Quantized networks compute and restrictions

One of the feature of Inference Engine is the support of quantized networks with different precisions: INT8, INT4, etc. However, it is up to the plugin to define what exact precisions are supported by the particular HW. All quantized networks which can be expressed in IR have a unified representation by means of FakeQuantize operation. For more details about low-precision model representation please refer to this document.

Interpreting FakeQuantize at runtime

During the model load each plugin can interpret quantization rules expressed in FakeQuantize operations:

  • Independently based on the definition of FakeQuantize operation.

  • Using a special library of low-precision transformations (LPT) which applies common rules for generic operations, such as Convolution, Fully-Connected, Eltwise, etc., and translates “fake-quantized” models into models with low-precision operations.

Here we provide only a high-level overview of the interpretation rules of FakeQuantize. At runtime each FakeQuantize can be split into two independent operations: Quantize and Dequantize. The former one is aimed to transform the input data into the target precision while the latter transforms the resulting values back to the original range and precision. In practice Dequantize operations can be propagated forward through the linear operations, such as Convolution or Fully-Connected, and in some cases fused with the following Quantize operation for the next layer into the so-called Requantize operation (see Fig. 1).

_images/qdq_propagation.png

Figure 1. Quantization operations propagation at runtime. Q, DQ, RQ stand for Quantize, Dequantize, and Requantize correspondingly.

From the calculation standpoint, the FakeQuantize formula also is split into two parts accordingly:

output = round((x - input_low) / (input_high - input_low) \* (levels-1)) / (levels-1) \* (output_high - output_low) + output_low

The first part of this formula represents Quantize operation:

q = round((x - input_low) / (input_high - input_low) \* (levels-1))

The second is responsible for the dequantization:

r = q / (levels-1) \* (output_high - output_low) + output_low

From the scale/zero-point notation standpoint the latter formula can be written as follows:

r = (output_high - output_low) / (levels-1) \* (q + output_low / (output_high - output_low) \* (levels-1))

Thus we can define:

  • Scale as (output_high - output_low) / (levels-1)

  • Zero-point as -output_low / (output_high - output_low) \* (levels-1)

Note : During the quantization process the values input_low, input_high, output_low, output_high are selected so that to map a floating-point zero exactly to an integer value (zero-point) and vice versa.

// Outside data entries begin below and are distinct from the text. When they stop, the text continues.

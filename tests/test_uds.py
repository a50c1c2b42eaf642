"""The Unix-domain-socket listener on a real ``keepset serve``: picks over the socket with one and
two workers equal the same picks over TCP, TCP keeps serving probes and /metrics, the socket
file has mode 0660, a stale one is replaced and anything else at the path is left alone."""

from __future__ import annotations

import os
import socket
import stat
from concurrent.futures import ThreadPoolExecutor
from pathlib import Path
from typing import Any

import httpx
import numpy as np
import pytest
from conftest import assert_same_pick, auth, start_server, stop_server

from service.listen import bind_unix
from service.npy import to_npy


def short_socket_path(tmp_path: Path, name: str = "keepset.sock") -> Path:
    """Socket paths are limited to 107 bytes; pytest's temporary folders can be long."""
    path = tmp_path / name
    assert len(str(path)) < 100, path
    return path


def pick_over(client: httpx.Client, base: str, logits: np.ndarray, seed: int) -> dict[str, Any]:
    headers = {**auth("prompt-book-app"), "Content-Type": "application/x-npy"}
    params = {"seed": seed, "routing_key": f"key-{seed}"}
    r = client.post(f"{base}/v1/pick", content=to_npy(logits), params=params, headers=headers)
    assert r.status_code == 200, r.text
    data: dict[str, Any] = r.json()
    data.pop("request_id")
    return data


def rows_served(base: str) -> float:
    text = httpx.get(f"{base}/metrics").text
    return sum(
        float(line.rsplit(" ", 1)[1])
        for line in text.splitlines()
        if line.startswith("keepset_rows_total{")
    )


@pytest.mark.parametrize("workers", [1, 2])
def test_uds_picks_equal_tcp_picks(registry: Path, tmp_path: Path, workers: int) -> None:
    path = short_socket_path(tmp_path)
    server = start_server(registry, workers=workers, uds=path)
    try:
        assert stat.S_IMODE(os.stat(path).st_mode) == 0o660
        assert stat.S_ISSOCK(os.stat(path).st_mode)
        logits = np.random.default_rng(workers).standard_normal((3, 4000)).astype(np.float32)
        with (
            httpx.Client(transport=httpx.HTTPTransport(uds=str(path))) as over_uds,
            httpx.Client() as over_tcp,
        ):
            for seed in range(5):
                assert_same_pick(
                    pick_over(over_uds, server.base_url, logits, seed),
                    pick_over(over_tcp, server.base_url, logits, seed),
                )

        def burst(seed: int) -> int:
            # A connection per thread: with two workers both accept on the shared socket.
            with httpx.Client(transport=httpx.HTTPTransport(uds=str(path))) as own:
                return len(pick_over(own, server.base_url, logits, seed)["tokens"])

        before = rows_served(server.base_url)
        with ThreadPoolExecutor(8) as pool:
            assert list(pool.map(burst, range(40))) == [3] * 40
        # TCP still serves /metrics, and it counts what came over the socket (all workers).
        assert rows_served(server.base_url) == before + 40 * 3
    finally:
        stop_server(server)
    assert not path.exists(), "the socket file is removed at shutdown"


def test_a_stale_socket_file_is_replaced(registry: Path, tmp_path: Path) -> None:
    path = short_socket_path(tmp_path)
    left = socket.socket(socket.AF_UNIX, socket.SOCK_STREAM)
    left.bind(str(path))  # bound, never listening, closed: what a killed server leaves
    left.close()
    assert stat.S_ISSOCK(os.lstat(path).st_mode)
    server = start_server(registry, workers=1, uds=path)
    try:
        with httpx.Client(transport=httpx.HTTPTransport(uds=str(path))) as over_uds:
            assert over_uds.get(f"{server.base_url}/healthz").status_code == 200
    finally:
        stop_server(server)


def test_anything_but_a_stale_socket_is_left_alone(registry: Path, tmp_path: Path) -> None:
    path = short_socket_path(tmp_path, "not-a-socket")
    path.write_text("precious")
    with pytest.raises(RuntimeError, match="not a socket"):
        start_server(registry, workers=1, uds=path)
    assert path.read_text() == "precious"

    live = short_socket_path(tmp_path, "live.sock")
    with socket.socket(socket.AF_UNIX, socket.SOCK_STREAM) as other:
        other.bind(str(live))
        other.listen()
        with pytest.raises(ValueError, match="another server is listening"):
            bind_unix(live)
        assert stat.S_ISSOCK(os.lstat(live).st_mode)


def test_uds_is_off_by_default_and_a_serve_flag() -> None:
    from service.cli import _parser
    from service.settings import Settings

    assert Settings().uds is None and Settings().shm_dir is None
    args = _parser().parse_args(["serve", "--uds", "/tmp/k.sock", "--shm-dir", "/dev/shm"])
    assert (args.uds, args.shm_dir) == ("/tmp/k.sock", "/dev/shm")
    assert Settings(uds="", shm_dir="").uds is None  # an empty variable means off
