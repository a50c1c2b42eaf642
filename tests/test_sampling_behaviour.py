"""Facts of the trade, reproducibility, input forms and bad input for the sampling core."""

from __future__ import annotations

import numpy as np
import pytest
from scipy import special, stats

from service.sampling import (
    ChainError,
    InputError,
    final_distribution,
    parse_chain,
    pick,
)

ROW = np.array([0.3, 2.0, -1.0, 1.5, 0.0, 1.9], np.float32)


# --- facts of the trade (common practice) -----------------------------------------------------


def test_low_temperature_approaches_greedy() -> None:
    dist = final_distribution(parse_chain([{"temperature": 1e-3}]), ROW)[0]
    assert dist[1] > 1 - 1e-12  # argmax is id 1 (2.0 against 1.9)


def test_high_temperature_approaches_uniform() -> None:
    dist = final_distribution(parse_chain([{"temperature": 1e6}]), ROW)[0]
    np.testing.assert_allclose(dist, np.full(6, 1 / 6), atol=1e-6)


def test_top_p_one_and_typical_one_keep_everything() -> None:
    x = np.random.default_rng(4).standard_normal(10000).astype(np.float32) * 5
    for stage in ({"top_p": 1.0}, {"typical": 1.0}):
        dist = final_distribution(parse_chain([stage]), x)[0]
        np.testing.assert_allclose(dist, special.softmax(x.astype(np.float64)), rtol=1e-9)


def test_top_k_at_least_vocabulary_keeps_everything() -> None:
    dist = final_distribution(parse_chain([{"top_k": 100}]), ROW)[0]
    assert np.count_nonzero(dist) == 6


# --- reproducibility ----------------------------------------------------------------------------


def test_same_seed_same_tokens_and_seed_echoed() -> None:
    chain = parse_chain([{"temperature": 1.2}, {"top_k": 4}])
    x = np.random.default_rng(1).standard_normal((16, 300)).astype(np.float32)
    a, b = pick(chain, x, seed=99), pick(chain, x, seed=99)
    np.testing.assert_array_equal(a.tokens, b.tokens)
    assert a.seed == 99
    fresh = pick(chain, x)
    assert 0 <= fresh.seed < 2**53
    np.testing.assert_array_equal(pick(chain, x, seed=fresh.seed).tokens, fresh.tokens)


def test_row_token_depends_only_on_its_own_stream() -> None:
    chain = parse_chain([{"temperature": 1.0}])
    x = np.random.default_rng(2).standard_normal((5, 50)).astype(np.float32)
    whole = pick(chain, x, seed=7)
    for b in range(5):
        alone = pick(chain, x[b], seed=7, first_stream=b)
        assert alone.tokens[0] == whole.tokens[b]


def test_draws_follow_splitmix64_on_both_paths() -> None:
    # SplitMix64 (Steele, Lea & Flood 2014): the first output for seed 0 is 0xe220a8397b1dcdaf
    # (a widely published test value, quoted from memory). Both paths draw row b with output
    # first_stream + b, the compiled kernel in its own uint64 arithmetic: on a flat row of
    # 2**16 tokens the token is floor(u * V), so the drawn ids reveal the uniforms used.
    from service.sampling.core import _uniforms

    assert _uniforms(0, 0, 1)[0] == (0xE220A8397B1DCDAF >> 11) * 2.0**-53
    vocab = 2**16
    flat = np.zeros((3, vocab), np.float32)
    for seed in (0, 1, 2**53 - 1, 2**63 + 5, 2**64 - 1):
        for first in (0, 7, 2**40):
            want = np.floor(_uniforms(seed, first, 3) * vocab).astype(np.int64)
            for kernel in ("compiled", "numpy"):
                chain = parse_chain([{"top_k": vocab}])
                got = pick(chain, flat, seed=seed, first_stream=first, kernel=kernel).tokens
                np.testing.assert_array_equal(got, want, err_msg=f"{kernel} {seed} {first}")


def test_rows_of_a_batch_are_independent() -> None:
    # Two identical rows in 20 000 batches: the pair of tokens must look independent
    # (SciPy's chi-square test of independence on the contingency table).
    chain = parse_chain([{"temperature": 1.0}])
    row = np.log(np.array([0.4, 0.3, 0.2, 0.1])).astype(np.float32)
    pairs = np.array([pick(chain, np.stack([row, row]), seed=s).tokens for s in range(20000)])
    table = np.zeros((4, 4))
    np.add.at(table, (pairs[:, 0], pairs[:, 1]), 1)
    assert stats.chi2_contingency(table).pvalue > 1e-4


# --- input forms ---------------------------------------------------------------------------------


def test_single_row_float16_and_lists() -> None:
    chain = parse_chain([{"top_k": 2}])
    want = final_distribution(chain, ROW)
    for form in (ROW.astype(np.float16), ROW.tolist(), [ROW.tolist()], ROW.astype(np.float64)):
        np.testing.assert_allclose(final_distribution(chain, form), want, rtol=1e-3)
    out = pick(chain, ROW.astype(np.float16), seed=1)
    assert out.tokens.shape == (1,) and out.tokens[0] in (1, 5)


def test_min_keep_holds_for_every_truncation() -> None:
    peaky = np.array([10.0, 0.0, 0.0, 0.0, 0.0], np.float32)
    for stage in (
        {"top_k": 1},
        {"top_p": 0.1},
        {"typical": 0.1},
        {"min_p": 0.9},
        {"epsilon": 0.9},
        {"eta": 0.9},
    ):
        dist = final_distribution(parse_chain([stage], min_keep=3), peaky)[0]
        assert np.flatnonzero(dist).tolist() == [0, 1, 2], stage  # ties to the lower ids


# --- bad input -------------------------------------------------------------------------------


def test_non_finite_rows_fall_back() -> None:
    chain = parse_chain([{"temperature": 5.0}, {"top_k": 3}])
    x = np.array([[0.0, np.nan, 1.0, 3.0], [0.0, 1.0, np.inf, 2.0], [0.0, 1.0, 2.0, 0.5]])
    out = pick(chain, x.astype(np.float32), seed=1)
    assert out.fallback == ["non_finite", "non_finite", None]
    # The default fallback is greedy over the finite entries.
    assert out.tokens[0] == 3 and out.tokens[1] == 3 and out.prob[0] == 1.0
    assert out.kept[0] == 1


def test_fallback_chain_decides_non_finite_and_empty_rows() -> None:
    fallback = parse_chain([{"top_k": 2}])
    chain = parse_chain([{"ban": [0, 1, 2]}], fallback=fallback)
    x = np.array([[0.0, 1.0, 2.0], [np.nan, 1.0, 2.0]], np.float32)
    out = pick(chain, x, seed=3)
    assert out.fallback == ["empty", "non_finite"]
    assert (out.kept == 2).all()
    dist = final_distribution(chain, x)
    np.testing.assert_allclose(dist[0], [0, special.expit(-1.0), special.expit(1.0)], rtol=1e-6)


def test_all_banned_without_fallback_is_greedy() -> None:
    out = pick(parse_chain([{"ban": [0, 1, 2]}]), np.array([0.0, 5.0, 1.0], np.float32), seed=1)
    assert out.fallback == ["empty"] and out.tokens[0] == 1


def test_row_without_finite_logit_is_refused() -> None:
    x = np.array([[0.0, 1.0], [-np.inf, np.nan]], np.float32)
    with pytest.raises(InputError) as err:
        pick(parse_chain([{"top_k": 1}]), x, seed=1)
    assert err.value.reason == "no_finite" and "row 1" in str(err.value)


@pytest.mark.parametrize(
    ("logits", "reason"),
    [
        (np.zeros((2, 2, 2), np.float32), "shape"),
        (np.zeros((0, 3), np.float32), "shape"),
        (np.zeros(3, np.int32), "dtype"),
        ([[1.0, 2.0], [3.0]], "shape"),
    ],
)
def test_malformed_logits(logits: object, reason: str) -> None:
    with pytest.raises(InputError) as err:
        pick(parse_chain([{"top_k": 1}]), logits, seed=1)  # type: ignore[arg-type]
    assert err.value.reason == reason


def test_banned_id_beyond_vocabulary_and_bad_history() -> None:
    with pytest.raises(InputError) as err:
        pick(parse_chain([{"ban": [10]}]), np.zeros(5, np.float32), seed=1)
    assert err.value.reason == "token_range" and "10" in str(err.value)
    chain = parse_chain([{"repetition_penalty": {"factor": 1.2}}])
    with pytest.raises(InputError) as err:
        pick(chain, np.zeros(5, np.float32), seed=1, history=[[7]])
    assert err.value.reason == "token_range"
    with pytest.raises(InputError) as err:
        pick(chain, np.zeros((2, 5), np.float32), seed=1, history=[[1]])
    assert err.value.reason == "history"
    with pytest.raises(InputError):
        pick(chain, np.zeros(5, np.float32), seed=-1)


@pytest.mark.parametrize(
    ("stages", "needle"),
    [
        ([{"temperature": 0}], "temperature"),
        ([{"temperature": -1}], "> 0"),
        ([{"top_k": 0}], "integer >= 1"),
        ([{"top_k": 2.5}], "top_k"),
        ([{"top_p": 1.5}], "(0, 1]"),
        ([{"typical": 0}], "(0, 1]"),
        ([{"min_p": -0.1}], "(0, 1]"),
        ([{"epsilon": 1.0}], "(0, 1)"),
        ([{"eta": 0}], "(0, 1)"),
        ([{"greedy": False}], "true"),
        ([{"ban": []}], "non-empty"),
        ([{"ban": [-1]}], "token ids"),
        ([{"token_bias": {"x": 1}}], "token id"),
        ([{"token_bias": {3: 1.0, "3": 2.0}}], "id 3 is named twice"),
        ([{"repetition_penalty": {"factor": 0.5}}], "factor"),
        ([{"repetition_penalty": {"factor": 1.2, "span": 3}}], "keys from"),
        ([{"occurrence_penalty": {"per_use": -1}}], "per_use"),
        ([{"nucleus": 0.9}], "unknown method"),
        ([{"top_k": 5, "top_p": 0.9}], "one-key"),
        ([{"temperature": float("nan")}], "temperature"),
    ],
)
def test_invalid_chains_name_stage_and_range(stages: list[dict[str, object]], needle: str) -> None:
    with pytest.raises(ChainError) as err:
        parse_chain(stages)
    assert needle in str(err.value)
    assert str(err.value).startswith("stage 0")


def test_invalid_min_keep() -> None:
    with pytest.raises(ChainError, match="min_keep"):
        parse_chain([{"top_k": 3}], min_keep=0)


def test_with_param_revalidates() -> None:
    chain = parse_chain([{"temperature": 0.8}, {"top_k": 50}])
    assert chain.with_param(0, 1.1).stages[0].param == 1.1
    with pytest.raises(ChainError, match="temperature"):
        chain.with_param(0, 0.0)
    assert parse_chain(chain.to_spec()) == chain


def test_reads_history_only_with_a_penalty_in_the_chain_or_its_fallback() -> None:
    plain = parse_chain([{"temperature": 0.7}, {"top_k": 5}])
    penalised = parse_chain([{"repetition_penalty": {"factor": 1.2}}, {"top_k": 5}])
    counted = parse_chain([{"occurrence_penalty": {"per_use": 0.5}}, {"greedy": True}])
    assert not plain.reads_history
    assert penalised.reads_history and counted.reads_history
    assert plain.with_fallback(counted).reads_history
    # Without a penalty, the history cannot change the draw.
    x = np.random.default_rng(5).standard_normal((3, 400)).astype(np.float32)
    with_history = pick(plain, x, seed=4, history=[[1, 2, 3]] * 3).tokens
    np.testing.assert_array_equal(with_history, pick(plain, x, seed=4).tokens)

Quantization specifics and restrictions

In general, OpenVINO can represent and execute quantized models from different sources. However, the Post-training Optimization Tool (POT) is considered the default way to get optimized models. Since the POT supports HW-aware quantization it means that specific rules can be implemented in it for the particular HW. However, it is reasonable to have compatibility with general-purpose HW such as CPU and GPU and support their quantization schemes. Below we define these rules as follows:

  • Support of mixed-precision models where some layers can be kept in the floating-point precision.

  • Per-channel quantization of weights of Convolutional and Fully-Connected layers.

  • Per-channel quantization of activations for channel-wise and element-wise operations, e.g. Depthwise Convolution, Eltwise Add/Mul, ScaleShift.

  • Symmetric and asymmetric quantization of weights and activations with the support of per-channel scales and zero-points.

  • Non-unified quantization parameters for Eltwise and Concat operations.

  • Non-quantized network output, i.e. there are no quantization parameters for it.